He was happier than she was, because he wasn’t that kind of ambitious.  But he’d get frustrated during the years when his wife and children were off finding themselves, while he worked at the garage 50 and 60 hours a week getting it all paid for.  By the mid-eighties he realized he’d been putting kids through college for nearly twenty years. 

He thought he was being enlightened when he let her get a job.  He worked to understand that it wasn’t his permission to give.  That took some time.  She wrote an essay for an anthology of feminist writing, but published it anonymously to make sure he wouldn’t know.

They were multifaceted and complex.  They can’t be reduced to sketches.  Neither can the town in which they raised that family.

*

My sisters, older and younger, remind me that they had different childhoods from mine.  Each of us did, as the family grew, as the parents’ marriage rose and fell and rose again; as America traversed the sixties and seventies.   The five of us spaced three to four years apart.  Linda ten years old in 1957.  Me that age in 1965.  Carrie in 1973.  A different world for each of us.  Beth remembers our house as the center of the small town’s intellectual life.  Carrie remembers being mostly an only child, her siblings all having moved on.  Mom used to say she raised five only children.
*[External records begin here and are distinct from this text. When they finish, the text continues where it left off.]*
//! The closed-form, time-optimal plan: a short fixed array of constant-jerk
//! segments, each evaluated from its own anchor.
//!
//! See `docs/ramp.md` for the derivation. In short, every plan is built from at
//! most three steps, each in closed form:
//!
//! 1. If the acceleration points away from the target, or toward it but so
//!    strongly that the speed must pass the target, bring it to zero at maximum
//!    jerk (one segment).
//! 2. If the acceleration is outside the limit that applies, brake it back to
//!    that limit at maximum jerk (at most two segments: a second one only if the
//!    speed crosses zero during the first and the other side's limit is smaller;
//!    a brake cannot follow step 1, whose single segment already ends at zero).
//! 3. A monotone move to the target: the three-phase profile of Biagiotti &
//!    Melchiorri (2008) §3.4 with a nonzero initial acceleration, or, when the
//!    speed crosses zero with different limits on the two sides, one of three
//!    crossing profiles (at most five segments).
//!
//! Steps 1 and 2 never both produce segments that step 3 then extends beyond
//! five, so [`MAX_SEGMENTS`] = 6 holds for every plan (a test enumerates the
//! cases).

use super::clock::{quanta_from_s, s_from_quanta};
use super::limits::{RampLimits, Reverse};
use super::setpoint::{RampPhase, Setpoint};
use crate::error::ParamError;
use crate::units::AngularSpeed;

/// Largest number of segments in a plan.
pub const MAX_SEGMENTS: usize = 6;

/// Largest accepted speed magnitude (state and target), rad/s (about 95,000 rpm,
/// the same bound as the drive scaling's full scale).
pub const MAX_SPEED_RAD_S: f32 = 10_000.0;

/// Largest accepted magnitude of an initial acceleration, rad/s²: ten times the
/// largest limit, so that a state from a steeper limit set can still be planned.
pub const MAX_INITIAL_ACCELERATION_RAD_S2: f32 = 10.0 * RampLimits::MAX_ACCELERATION_RAD_S2;

/// Relative jerk excess below which a raised floor-stop jerk counts as rounding.
const JERK_ROUNDING: f32 = 1.0e-4;

/// One constant-jerk piece of a plan.
///
/// Within the segment, at time `t` seconds after its start,
/// `speed = start_speed + start_acceleration·t + jerk·t²/2` and
/// `acceleration = start_acceleration + jerk·t`. The end values are stored too:
/// they are the next segment's anchor; in the second half of the segment the
/// same polynomial is evaluated from them (`τ` = time to the end:
/// `speed = end_speed − end_acceleration·τ + jerk·τ²/2`). Evaluation clamps
/// into `[start, end]` (the acceleration never changes sign inside a segment,
/// so the speed is monotone there), which rules out overshoot by rounding.
#[derive(Debug, Clone, Copy, PartialEq)]
#[cfg_attr(feature = "defmt", derive(defmt::Format))]
pub struct Segment {
    start_speed: f32,
    start_accel: f32,
    jerk: f32,
    end_speed: f32,
    end_accel: f32,
    duration_quanta: u64,
    /// The sign of `jerk` as a phase, kept so that a tick does not derive it
    /// (it fits in the struct's padding).
    phase: RampPhase,
}

impl Segment {
    const EMPTY: Self = Self {
        start_speed: 0.0,
        start_accel: 0.0,
        jerk: 0.0,
        end_speed: 0.0,
        end_accel: 0.0,
        duration_quanta: 0,
        phase: RampPhase::AccelerationConstant,
    };

    /// Speed at the segment's start (its anchor), rad/s.
    #[must_use]
    pub const fn start_speed_rad_s(&self) -> f32 {
        self.start_speed
    }

    /// Acceleration at the segment's start, rad/s².
    #[must_use]
    pub const fn start_acceleration_rad_s2(&self) -> f32 {
        self.start_accel
    }

    /// Constant jerk over the segment, rad/s³.
    #[must_use]
    pub const fn jerk_rad_s3(&self) -> f32 {
        self.jerk
    }

    /// Duration, s (rounded to `f32` from the exact [`Segment::duration_quanta`]).
    #[must_use]
    pub fn duration_s(&self) -> f32 {
        s_from_quanta(self.duration_quanta)
    }

    /// Duration in time quanta of 2⁻³⁶ s (see [`QUANTA_PER_SECOND`](crate::ramp::QUANTA_PER_SECOND)).
    #[must_use]
    pub const fn duration_quanta(&self) -> u64 {
        self.duration_quanta
    }

    /// Speed at the segment's end (the next anchor), rad/s.
    #[must_use]
    pub const fn end_speed_rad_s(&self) -> f32 {
        self.end_speed
    }

    /// Acceleration at the segment's end, rad/s².
    #[must_use]
    pub const fn end_acceleration_rad_s2(&self) -> f32 {
        self.end_accel
    }

    /// The phase this segment's jerk stands for.
    #[must_use]
    #[inline]
    pub const fn phase(&self) -> RampPhase {
        self.phase
    }

    /// The state `quanta` after the segment's start (clamped to the segment).
    #[must_use]
    #[inline]
    pub fn state_at(&self, quanta: u64) -> Setpoint {
        self.state_inside(quanta.min(self.duration_quanta))
    }

    /// [`Segment::state_at`] for `quanta` not past the segment's end.
    #[inline]
    fn state_inside(&self, quanta: u64) -> Setpoint {
        let (speed, accel) = self.evaluate(quanta);
        Setpoint {
            speed: AngularSpeed::from_rad_per_s(between_selected(
                speed,
                self.start_speed,
                self.end_speed,
            )),
            acceleration_rad_s2: between_selected(accel, self.start_accel, self.end_accel),
            jerk_rad_s3: self.jerk,
            phase: self.phase,
        }
    }

    /// Speed and acceleration `q` quanta into the segment (`q` not past its
    /// end), unclamped, from the nearer anchor: the start in the first half,
    /// the end in the second. From the end the approach to a target keeps its
    /// full relative precision (near a stop the speed is `j·τ²/2`, not a
    /// difference of larger numbers).
    #[inline]
    fn evaluate(&self, q: u64) -> (f32, f32) {
        if q <= self.duration_quanta / 2 {
            let t = s_from_quanta(q);
            (
                self.start_speed + t * (self.start_accel + 0.5 * self.jerk * t),
                self.start_accel + self.jerk * t,
            )
        } else {
            let tau = s_from_quanta(self.duration_quanta - q);
            (
                self.end_speed - tau * (self.end_accel - 0.5 * self.jerk * tau),
                self.end_accel - self.jerk * tau,
            )
        }
    }

    /// The state `quanta` after the segment's start as rounded value plus
    /// rounding error, so that a re-plan can anchor at it without losing the
    /// error (otherwise a re-plan on every tick would add one rounding per tick,
    /// like summing increments in `f32`). `lo` is the rounding error of the
    /// segment's own start anchor (nonzero only for a plan's first segment).
    fn anchor_at(&self, quanta: u64, lo: (f32, f32)) -> Anchor {
        let q = quanta.min(self.duration_quanta);
        let ((v, v_lo), (a, a_lo)) = if q <= self.duration_quanta / 2 {
            let t = s_from_quanta(q);
            let a0 = self.start_accel + lo.1;
            let v_inc = lo.0 + t * (a0 + 0.5 * self.jerk * t);
            let a_inc = lo.1 + self.jerk * t;
            (
                two_sum(self.start_speed, v_inc),
                two_sum(self.start_accel, a_inc),
            )
        } else {
            let tau = s_from_quanta(self.duration_quanta - q);
            (
                two_sum(
                    self.end_speed,
                    -(tau * (self.end_accel - 0.5 * self.jerk * tau)),
                ),
                two_sum(self.end_accel, -(self.jerk * tau)),
            )
        };
        let (v, v_lo) = clamp_anchor(v, v_lo, self.start_speed, self.end_speed);
        let (a, a_lo) = clamp_anchor(a, a_lo, self.start_accel, self.end_accel);
        Anchor { v, v_lo, a, a_lo }
    }
}

/// The phase a jerk stands for.
#[inline]
fn phase_of(jerk: f32) -> RampPhase {
    if jerk > 0.0 {
        RampPhase::AccelerationIncreasing
    } else if jerk < 0.0 {
        RampPhase::AccelerationDecreasing
    } else {
        RampPhase::AccelerationConstant
    }
}

/// A state as rounded `f32` values plus their rounding errors.
#[derive(Debug, Clone, Copy, PartialEq)]
pub(crate) struct Anchor {
    pub(crate) v: f32,
    pub(crate) v_lo: f32,
    pub(crate) a: f32,
    pub(crate) a_lo: f32,
}

impl Anchor {
    /// An exactly known state.
    pub(crate) const fn exact(v: f32, a: f32) -> Self {
        Self {
            v,
            v_lo: 0.0,
            a,
            a_lo: 0.0,
        }
    }
}

/// `a + b` rounded, and its exact rounding error (Knuth's TwoSum; exact in
/// IEEE binary arithmetic with round-to-nearest, which Rust guarantees).
fn two_sum(a: f32, b: f32) -> (f32, f32) {
    let s = a + b;
    let bb = s - a;
    (s, (a - (s - bb)) + (b - bb))
}

/// A value limited to the interval spanned by `p` and `q`; the error term is
/// dropped when the limit applies (the limit is then the exact value).
fn clamp_anchor(x: f32, lo: f32, p: f32, q: f32) -> (f32, f32) {
    let c = between(x, p, q);
    if c == x {
        (x, lo)
    } else {
        (c, 0.0)
    }
}

/// `x` limited to the closed interval spanned by `p` and `q` (in either order);
/// NaN gives the lower end, as `x.max(lo).min(hi)` would. Plain comparisons:
/// `f32::max`/`min` are library calls (`fmaxf`/`fminf`) on Arm's FPU, which has
/// no IEEE maxNum instruction before Armv8. Used in planning, where nested
/// branches are cheapest on both the host and the Cortex-M4F.
#[inline]
fn between(x: f32, p: f32, q: f32) -> f32 {
    let (lo, hi) = if p <= q { (p, q) } else { (q, p) };
    if x >= lo {
        if x <= hi {
            x
        } else {
            hi
        }
    } else {
        lo
    }
}

/// [`between`] written as four selects without nested branches, for the
/// per-tick evaluation: on the host they compile to conditional moves or
/// min/max instructions, about a fifth of a tick less than the branches.
#[inline]
fn between_selected(x: f32, p: f32, q: f32) -> f32 {
    let ordered = p <= q;
    let lo = if ordered { p } else { q };
    let hi = if ordered { q } else { p };
    let x = if x >= lo { x } else { lo };
    if x <= hi {
        x
    } else {
        hi
    }
}

/// `x.max(c)` for a finite `c` (NaN gives `c`), in plain comparisons.
#[inline]
fn at_least(x: f32, c: f32) -> f32 {
    if x > c {
        x
    } else {
        c
    }
}

/// `x.min(c)` for a finite `c` (NaN gives `c`), in plain comparisons.
#[inline]
fn at_most(x: f32, c: f32) -> f32 {
    if x < c {
        x
    } else {
        c
    }
}

/// A complete plan from a start state to a target, in closed form.
///
/// Equality compares the segments in use and the flags (storage beyond the
/// last segment is not part of the plan).
#[derive(Debug, Clone, Copy)]
#[cfg_attr(feature = "defmt", derive(defmt::Format))]
pub struct Plan {
    segments: [Segment; MAX_SEGMENTS],
    /// Rounding errors (speed, acceleration) of the first segment's start
    /// anchor when the plan starts from an evaluated state (re-plan), else 0.
    start_lo: (f32, f32),
    len: u8,
    target: f32,
    target_clamped: bool,
    overshoot: bool,
    braked: bool,
    jerk_raised: bool,
}

impl PartialEq for Plan {
    fn eq(&self, other: &Self) -> bool {
        self.segments() == other.segments()
            && self.start_lo == other.start_lo
            && self.target.to_bits() == other.target.to_bits()
            && self.target_clamped == other.target_clamped
            && self.overshoot == other.overshoot
            && self.braked == other.braked
            && self.jerk_raised == other.jerk_raised
    }
}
I loved that we were raised on the Island.   Very special.  Eleven thousand people in my little town, but fewer than a hundred Islanders.  Not north side or south side (although I was fonder of the south side).  Placed uniquely in the world.  I liked the isolation and still do.  I’m not a joiner.  I don’t root for the home team.  I thought I’d’ve been happy to spend all of my life there.  I had no ambition.  Dreams, maybe.  And I’m not saying that I wanted not to leave, just that I imagined I’d be just as happy if I didn’t.  I didn’t feel any need to escape.  There wasn’t anything I needed to escape from.  I didn’t need to leave the Island because there wasn’t anything lacking. 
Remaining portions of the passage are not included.